One guy I knew built a small plywood box with a bench and an exhaust fan in it. For the sliding glass window, he used just that - a house window.

There's a picture in the Hoke book of a very simple fume hood. It's just a window fan with a bench in front of it.


----------



## bermudanibiru999 (Apr 9, 2007)

goldsilverpro said:


> I use a $8 face shield.
> 
> Commercial fume hoods start at $5000. You guys need to learn how to build your own fume hoods. I built a 10 footer one time out of plywood, 2X4's, and 2 squirrel cage blowers from a junk yard. Plywood stands up for a long, long time around acids. And, when you shut it down, you can burn it and get any gold that was spilled on it. Finally, after 5 years, the blowers bit the dust.
> 
> ...


No gallery pictures? How about a video?


----------



## viacin (Oct 6, 2008)

I have to question the safety of a full face shield (which is what I'm going to use btw), because on the event you have a slip up and happen to make some nasty fumes while your head is over a beaker, the face sheild will become a fume hood...collecting and trapping a lot of the fumes until they can find a way out the gap at the top. Something to think about.


----------



## viacin (Oct 6, 2008)

btw, i found a few full face respirators on ebay with a long tube instead of cartridges. I would assume that they connect behind your back to cartridges, or maybe even a breathable air pump several feet away (no expensive cartridges needed). 
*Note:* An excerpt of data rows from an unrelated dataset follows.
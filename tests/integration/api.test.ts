// API tokens, If-Match, rate limiting and the OpenAPI document, against the built server and the
// real PostgreSQL behind it.
import { Validator } from '@seriousme/openapi-schema-validator';
import { afterAll, beforeAll, describe, expect, it } from 'vitest';
import type { Db } from '../../src/lib/server/db/create-db';
import { createApiToken, revokeApiToken } from '../../src/lib/server/services/api-tokens';
import { TOKEN_RATE_LIMIT } from '../../src/lib/server/rate-limit';
import { appDb, teamFixture, WATER_XYZ } from './fixtures';
import { probe } from './http-helpers';

let db: Db;
let fx: Awaited<ReturnType<typeof teamFixture>>;
const bearer = (t: string) => ({ authorization: `Bearer ${t}`, 'content-type': 'application/json' });

beforeAll(async () => {
	db = appDb();
	fx = await teamFixture(db);
});
afterAll(async () => db?.destroy());

describe('personal API tokens', () => {
	it('an editor token creates a molecule; a viewer token cannot write', async () => {
		const editor = await createApiToken(db, fx.editor.id, { workspaceId: fx.ws, name: 'job', role: 'editor', expiresInDays: 30 });
		const created = await probe(`/api/v1/workspaces/${fx.ws}/molecules`, { method: 'POST', headers: bearer(editor.token), body: JSON.stringify({ name: 'From a job', geometryXyz: WATER_XYZ }) });
		expect(created.status, created.body).toBe(201);
		expect(JSON.parse(created.body).formula).toBe('H2O');
		const viewer = await createApiToken(db, fx.viewer.id, { workspaceId: fx.ws, name: 'read', role: 'viewer', expiresInDays: null });
		const refused = await probe(`/api/v1/workspaces/${fx.ws}/molecules`, { method: 'POST', headers: bearer(viewer.token), body: JSON.stringify({ name: 'x', geometryXyz: WATER_XYZ }) });
		expect(refused.status).toBe(403);
		expect(JSON.parse(refused.body).error.type).toBe('forbidden');
		const read = await probe(`/api/v1/workspaces/${fx.ws}/molecules/${fx.molecule.id}`, { headers: bearer(viewer.token) });
		expect(read.status).toBe(200);
	});

	it('a token cannot exceed its owner’s role', async () => {
		await expect(createApiToken(db, fx.viewer.id, { workspaceId: fx.ws, name: 'x', role: 'editor', expiresInDays: 1 })).rejects.toThrow(/more rights than you/);
	});

	it('a token of another workspace gets 404 here', async () => {
		const other = await createApiToken(db, fx.outsider.id, { workspaceId: fx.outsider.personal, name: 'mine', role: 'owner', expiresInDays: 1 });
		const r = await probe(`/api/v1/workspaces/${fx.ws}/molecules/${fx.molecule.id}`, { headers: bearer(other.token) });
		expect(r.status).toBe(404);
		// …and the same token with the owner's own user in this workspace would still be limited to its own workspace
		const editorElsewhere = await createApiToken(db, fx.editor.id, { workspaceId: fx.editor.personal, name: 'personal', role: 'owner', expiresInDays: 1 });
		expect((await probe(`/api/v1/workspaces/${fx.ws}/molecules`, { headers: bearer(editorElsewhere.token) })).status).toBe(404);
	});

	it('a revoked or expired token is refused at once', async () => {
		const t = await createApiToken(db, fx.editor.id, { workspaceId: fx.ws, name: 'short', role: 'viewer', expiresInDays: 1 });
		expect((await probe(`/api/v1/workspaces/${fx.ws}/molecules`, { headers: bearer(t.token) })).status).toBe(200);
		await revokeApiToken(db, fx.editor.id, t.id);
		const revoked = await probe(`/api/v1/workspaces/${fx.ws}/molecules`, { headers: bearer(t.token) });
		expect(revoked.status).toBe(401);
		const e = await createApiToken(db, fx.editor.id, { workspaceId: fx.ws, name: 'old', role: 'viewer', expiresInDays: 1 });
		await db.updateTable('api_token').set({ expires_at: new Date(Date.now() - 1000) }).where('id', '=', e.id).execute();
		expect((await probe(`/api/v1/workspaces/${fx.ws}/molecules`, { headers: bearer(e.token) })).status).toBe(401);
		expect((await probe(`/api/v1/workspaces/${fx.ws}/molecules`, { headers: bearer('kl_not-a-token') })).status).toBe(401);
	});

	it('a token loses rights when its owner is downgraded', async () => {
		const t = await createApiToken(db, fx.editor.id, { workspaceId: fx.ws, name: 'down', role: 'editor', expiresInDays: 1 });
		await db.updateTable('membership').set({ role: 'viewer' }).where('workspace_id', '=', fx.ws).where('user_id', '=', fx.editor.id).execute();
		try {
			const r = await probe(`/api/v1/workspaces/${fx.ws}/molecules`, { method: 'POST', headers: bearer(t.token), body: JSON.stringify({ name: 'x', geometryXyz: WATER_XYZ }) });
			expect(r.status).toBe(403);
		} finally {
			await db.updateTable('membership').set({ role: 'editor' }).where('workspace_id', '=', fx.ws).where('user_id', '=', fx.editor.id).execute();
		}
	});

	it('rate limiting answers 429 with Retry-After', async () => {
		const t = await createApiToken(db, fx.editor.id, { workspaceId: fx.ws, name: 'busy', role: 'viewer', expiresInDays: 1 });
		// Fill the token's current window as if it had already made its allowance of requests.
		await db.insertInto('rate_limit').values({ key: `token:${t.id}`, window_start: new Date(), count: TOKEN_RATE_LIMIT.requests }).execute();
		const r = await probe(`/api/v1/workspaces/${fx.ws}/molecules`, { headers: bearer(t.token) });
		expect(r.status).toBe(429);
		expect(JSON.parse(r.body).error.type).toBe('rate_limited');
		const base = process.env.APP_URL!;
		const raw = await fetch(`${base}/api/v1/workspaces/${fx.ws}/molecules`, { headers: bearer(t.token) });
		expect(Number(raw.headers.get('retry-after'))).toBeGreaterThan(0);
	});
});

describe('optimistic concurrency over the API', () => {
	it('a stale If-Match gets 412 and nothing is overwritten; a fresh one updates', async () => {
		const t = await createApiToken(db, fx.editor.id, { workspaceId: fx.ws, name: 'edit', role: 'editor', expiresInDays: 1 });
		const url = `/api/v1/workspaces/${fx.ws}/polymorphs/${fx.polymorph.id}`;
		const got = await fetch(`${process.env.APP_URL}${url}`, { headers: bearer(t.token) });
		const etag = got.headers.get('etag')!;
		expect(etag).toMatch(/^"\d+"$/);
		const ok = await probe(url, { method: 'PATCH', headers: { ...bearer(t.token), 'if-match': etag }, body: JSON.stringify({ notes: 'first' }) });
		expect(ok.status, ok.body).toBe(200);
		const stale = await probe(url, { method: 'PATCH', headers: { ...bearer(t.token), 'if-match': etag }, body: JSON.stringify({ notes: 'second' }) });
		expect(stale.status).toBe(412);
		expect(JSON.parse(stale.body).error.type).toBe('stale_version');
		const now = JSON.parse((await probe(url, { headers: bearer(t.token) })).body);
		expect(now.notes).toBe('first');
	});

	it('a bad body names the field', async () => {
		const t = await createApiToken(db, fx.editor.id, { workspaceId: fx.ws, name: 'bad', role: 'editor', expiresInDays: 1 });
		const r = await probe(`/api/v1/workspaces/${fx.ws}/polymorphs`, { method: 'POST', headers: bearer(t.token), body: JSON.stringify({ moleculeId: fx.molecule.id, label: 'x', a: 5, b: 5, c: 5, alphaDeg: 200, betaDeg: 90, gammaDeg: 90, z: 1 }) });
		expect(r.status).toBe(400);
		expect(JSON.parse(r.body).error.field).toBe('alphaDeg');
	});
});

describe('OpenAPI document', () => {
	it('validates as OpenAPI 3.1', async () => {
		const r = await probe('/api/v1/openapi.json');
		const doc = JSON.parse(r.body);
		const res = await new Validator().validate(doc);
		expect(res.errors ?? [], JSON.stringify(res.errors, null, 1)?.slice(0, 2000)).toEqual([]);
		expect(res.valid).toBe(true);
		expect(doc.openapi).toBe('3.1.0');
	});

	it('documents every /api/v1 route and method, and nothing that does not exist', async () => {
		const doc = JSON.parse((await probe('/api/v1/openapi.json')).body);
		const documented = Object.entries(doc.paths as Record<string, Record<string, unknown>>)
			.flatMap(([path, ops]) => Object.keys(ops).map((m) => `${m.toUpperCase()} ${path.replace(/\{(\w+)\}/g, ':$1')}`))
			.sort();
		const modules = import.meta.glob('/src/routes/api/v1/**/+server.ts');
		const served: string[] = [];
		for (const [file, load] of Object.entries(modules)) {
			const mod = (await load()) as Record<string, unknown>;
			const path = file.replace('/src/routes', '').replace('/+server.ts', '').replace(/\[(\w+)(=\w+)?\]/g, ':$1');
			for (const m of ['GET', 'POST', 'PUT', 'PATCH', 'DELETE']) if (m in mod) served.push(`${m} ${path}`);
		}
		expect(served.sort()).toEqual(documented);
	});
});
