// npm run db:backup / db:restore: back up the integration database, wipe it, restore, and compare
// every table's rows (count and an md5 of the ordered rows).
import { spawnSync } from 'node:child_process';
import { mkdtempSync } from 'node:fs';
import { tmpdir } from 'node:os';
import { join } from 'node:path';
import { sql, type Migration } from 'kysely';
import { afterAll, beforeAll, describe, expect, it } from 'vitest';
import { createDb, type Db } from '../../src/lib/server/db/create-db';
import { migrateToLatest } from '../../src/lib/server/db/migrate';
import { signUp } from '../../src/lib/server/services/accounts';
import { createMolecule } from '../../src/lib/server/services/molecules';
import { requireEnv } from './http-helpers';
import { WATER_XYZ } from './fixtures';

const migrations = import.meta.glob<Migration>('/migrations/*.ts', { eager: true });
let db: Db;
beforeAll(async () => {
	db = createDb(requireEnv('DATABASE_URL'), { max: 2 });
	// A database of its own making: fresh schema, all migrations, a user, a workspace and a molecule.
	await sql`drop schema public cascade; create schema public`.execute(db);
	await migrateToLatest(db, Object.fromEntries(Object.entries(migrations).map(([f, m]) => [f.replace(/^.*\/|\.ts$/g, ''), m])));
	const u = await signUp(db, { email: `backup-${Date.now()}@example.test`, password: 'long-enough-password', name: 'B' });
	await createMolecule(db, { userId: u.userId, workspaceId: u.workspaceId, role: 'owner' }, { name: 'Water', formula: '', netCharge: 0, multiplicity: 1, geometryXyz: WATER_XYZ, smiles: '', notes: 'kept across a backup' });
});
afterAll(async () => db?.destroy());

async function fingerprint(): Promise<Record<string, string>> {
	const tables = await sql<{ t: string }>`select table_name as t from information_schema.tables where table_schema = 'public' and table_type = 'BASE TABLE' order by 1`.execute(db);
	const out: Record<string, string> = {};
	for (const { t } of tables.rows) {
		const r = await sql<{ n: string; h: string | null }>`select count(*)::text as n, md5(string_agg(x::text, '|' order by x::text)) as h from ${sql.table(t)} x`.execute(db);
		out[t] = `${r.rows[0].n}:${r.rows[0].h}`;
	}
	return out;
}

describe('backups', () => {
	it('backs up, wipes, restores and gets every table back', async () => {
		const before = await fingerprint();
		expect(Object.keys(before).length).toBeGreaterThan(5);
		expect(Number(before.molecule?.split(':')[0] ?? 0)).toBeGreaterThan(0);
		const file = join(mkdtempSync(join(tmpdir(), 'kl-backup-')), 'test.dump');
		const env = { ...process.env, DATABASE_URL: requireEnv('DATABASE_URL') };
		const backup = spawnSync(process.execPath, ['scripts/db-backup.mjs', 'backup', '--file', file], { encoding: 'utf8', env });
		expect(backup.status, backup.stderr).toBe(0);
		await sql`drop schema public cascade; create schema public`.execute(db);
		expect(Object.keys(await fingerprint())).toHaveLength(0);
		const restore = spawnSync(process.execPath, ['scripts/db-backup.mjs', 'restore', '--file', file], { encoding: 'utf8', env });
		expect(restore.status, restore.stderr).toBe(0);
		expect(await fingerprint()).toEqual(before);
	});

	it('a missing dump is refused with a clear message', () => {
		const r = spawnSync(process.execPath, ['scripts/db-backup.mjs', 'restore', '--file', '/nonexistent.dump'], { encoding: 'utf8', env: { ...process.env, DATABASE_URL: requireEnv('DATABASE_URL') } });
		expect(r.status).toBe(1);
		expect(r.stderr).toMatch(/no such file/);
	});
});
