import { sql, type Kysely } from 'kysely';

// Tables owned by the Auth.js Kysely adapter, with its own (camelCase, quoted) naming.
// Kept apart from Kappaline's tables; only the adapter and the auth service touch them.
export async function up(db: Kysely<any>): Promise<void> {
	await db.schema
		.createTable('User')
		.addColumn('id', 'uuid', (c) => c.primaryKey().defaultTo(sql`gen_random_uuid()`))
		.addColumn('name', 'text')
		.addColumn('email', 'text', (c) => c.unique().notNull())
		.addColumn('emailVerified', 'timestamptz')
		.addColumn('image', 'text')
		.execute();
	await db.schema
		.createTable('Account')
		.addColumn('id', 'uuid', (c) => c.primaryKey().defaultTo(sql`gen_random_uuid()`))
		.addColumn('userId', 'uuid', (c) => c.references('User.id').onDelete('cascade').notNull())
		.addColumn('type', 'text', (c) => c.notNull())
		.addColumn('provider', 'text', (c) => c.notNull())
		.addColumn('providerAccountId', 'text', (c) => c.notNull())
		.addColumn('refresh_token', 'text')
		.addColumn('access_token', 'text')
		.addColumn('expires_at', 'bigint')
		.addColumn('token_type', 'text')
		.addColumn('scope', 'text')
		.addColumn('id_token', 'text')
		.addColumn('session_state', 'text')
		.execute();
	await db.schema
		.createTable('Session')
		.addColumn('id', 'uuid', (c) => c.primaryKey().defaultTo(sql`gen_random_uuid()`))
		.addColumn('userId', 'uuid', (c) => c.references('User.id').onDelete('cascade').notNull())
		.addColumn('sessionToken', 'text', (c) => c.notNull().unique())
		.addColumn('expires', 'timestamptz', (c) => c.notNull())
		.execute();
	await db.schema
		.createTable('VerificationToken')
		.addColumn('identifier', 'text', (c) => c.notNull())
		.addColumn('token', 'text', (c) => c.notNull().unique())
		.addColumn('expires', 'timestamptz', (c) => c.notNull())
		.execute();
}

export async function down(db: Kysely<any>): Promise<void> {
	for (const t of ['VerificationToken', 'Session', 'Account', 'User']) await db.schema.dropTable(t).execute();
}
This would seem like a neat way to go, if you didn't mind being tied down to a hose. Or if they are still cartridge, they could be the safest way possible since the cartridge's are behind you. (assuming you are not releasing any CH4!!!!)


----------



## goldsilverpro (Oct 6, 2008)

I use the face shield, mainly, when adding chemicals or in any other situation where there would be possible splashing or fizzing or small things flying around. I always use a fume hood when anything is fuming. The suction doesn't seem to allow fumes to settle in the face shield. I certainly like face shields better than goggles.


----------



## viacin (Oct 6, 2008)

agreed. A face sheild is my first buy. A respirator would be good, but from what I've gathered from the safty section of the forum, they do not make a cartridge that will capture NO2 gas? I'm not making AR yet, just soaking scrap in nitric acid.




Noxx said:


> Just be sure your cartridges are against acid fumes (Chlorine, HCl, etc)
> 
> I'm pretty sure your cartridges aren't made against NO2 fumes. Mine aren't.





Rag and Bone said:


> What mask cartridges are made to block NO2? I haven't been able to find any that will.





Noxx said:


> None that I know... Better use a fume hood.


----------



## Rag and Bone (Oct 6, 2008)

Goggles, gloves and respirator. I used to be cavalier around AP until I saw what it does to metal over time. Wrecked lots of clothes in the process. You never know where that errant drop will land. The long term affects could get spooky if you don't take precautions.


----------



## Noxx (Oct 6, 2008)

I use my respirator currently because my fumehood fan is broken and I'm waiting for the new one. When there is release of NO2 I just don't come in (or hold my breath. Like GSP, I have become pretty good at it 

If you dissolve metals with Nitric, then NO2 will be release. You better start the reaction, then leave until it's finish.


----------